Please copy out the entries until you have copied the line that contains "listed: () => Promise<string[]>;", beginning with the first line.
----------------------------------------
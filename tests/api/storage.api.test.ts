import fs from 'node:fs';
import os from 'node:os';
import path from 'node:path';
import { createHash } from 'node:crypto';
import { ListObjectsV2Command, PutObjectCommand } from '@aws-sdk/client-s3';
import type request from 'supertest';
import { QueryTypes } from 'sequelize';
import { afterAll, beforeAll, describe, expect, it } from 'vitest';
import { createApp } from '../../server/app';
import { closeSequelize, getSequelize } from '../../server/db';
import { Attachment, AuditLog, Sheet } from '../../server/models';
import { storeWithRows } from '../../server/services/fileStore.service';
import {
  LocalContentStore,
  S3ContentStore,
  markUnreferenced,
  sweepOrphans,
  sweepStrays,
  useContentStore,
  type ContentStore,
} from '../../server/storage';
import { contentPath, ContentStoreError } from '../../server/uploads';
import { FAKE_S3_CREDENTIALS, startFakeS3, type FakeS3 } from '../../scripts/fakeS3';
import { createApprovedSheet, createDesign, createUser, signedInAs, type Agent } from '../helpers/factories';

// One suite, run against each back end of the content store: the local folder (the default) and an S3 bucket (a fake
// S3 service from the npm registry, started here). Content addressing, SHA-256 checks, size limits and "nothing saved
// on failure" must hold the same on both.

process.env.AWS_SDK_JS_NODE_VERSION_SUPPORT_WARNING_DISABLED = 'true';
const app = createApp();

type Backend = {
  store: ContentStore;
  /** Every stored hash. */
  listed: () => Promise<string[]>;
  /** Replaces the stored bytes of `sha256` with other bytes, behind the store's back. */
  tamper: (sha256: string, bytes: Buffer) => Promise<void>;
  close: () => Promise<void>;
};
----------------------------------------
[Solution]:
filename tests/api/storage.api.test.ts
import fs from 'node:fs';
import os from 'node:os';
import path from 'node:path';
import { createHash } from 'node:crypto';
import { ListObjectsV2Command, PutObjectCommand } from '@aws-sdk/client-s3';
import type request from 'supertest';
import { QueryTypes } from 'sequelize';
import { afterAll, beforeAll, describe, expect, it } from 'vitest';
import { createApp } from '../../server/app';
import { closeSequelize, getSequelize } from '../../server/db';
import { Attachment, AuditLog, Sheet } from '../../server/models';
import { storeWithRows } from '../../server/services/fileStore.service';
import {
  LocalContentStore,
  S3ContentStore,
  markUnreferenced,
  sweepOrphans,
  sweepStrays,
  useContentStore,
  type ContentStore,
} from '../../server/storage';
import { contentPath, ContentStoreError } from '../../server/uploads';
import { FAKE_S3_CREDENTIALS, startFakeS3, type FakeS3 } from '../../scripts/fakeS3';
import { createApprovedSheet, createDesign, createUser, signedInAs, type Agent } from '../helpers/factories';

// One suite, run against each back end of the content store: the local folder (the default) and an S3 bucket (a fake
// S3 service from the npm registry, started here). Content addressing, SHA-256 checks, size limits and "nothing saved
// on failure" must hold the same on both.

process.env.AWS_SDK_JS_NODE_VERSION_SUPPORT_WARNING_DISABLED = 'true';
const app = createApp();

type Backend = {
  store: ContentStore;
  /** Every stored hash. */
  listed: () => Promise<string[]>;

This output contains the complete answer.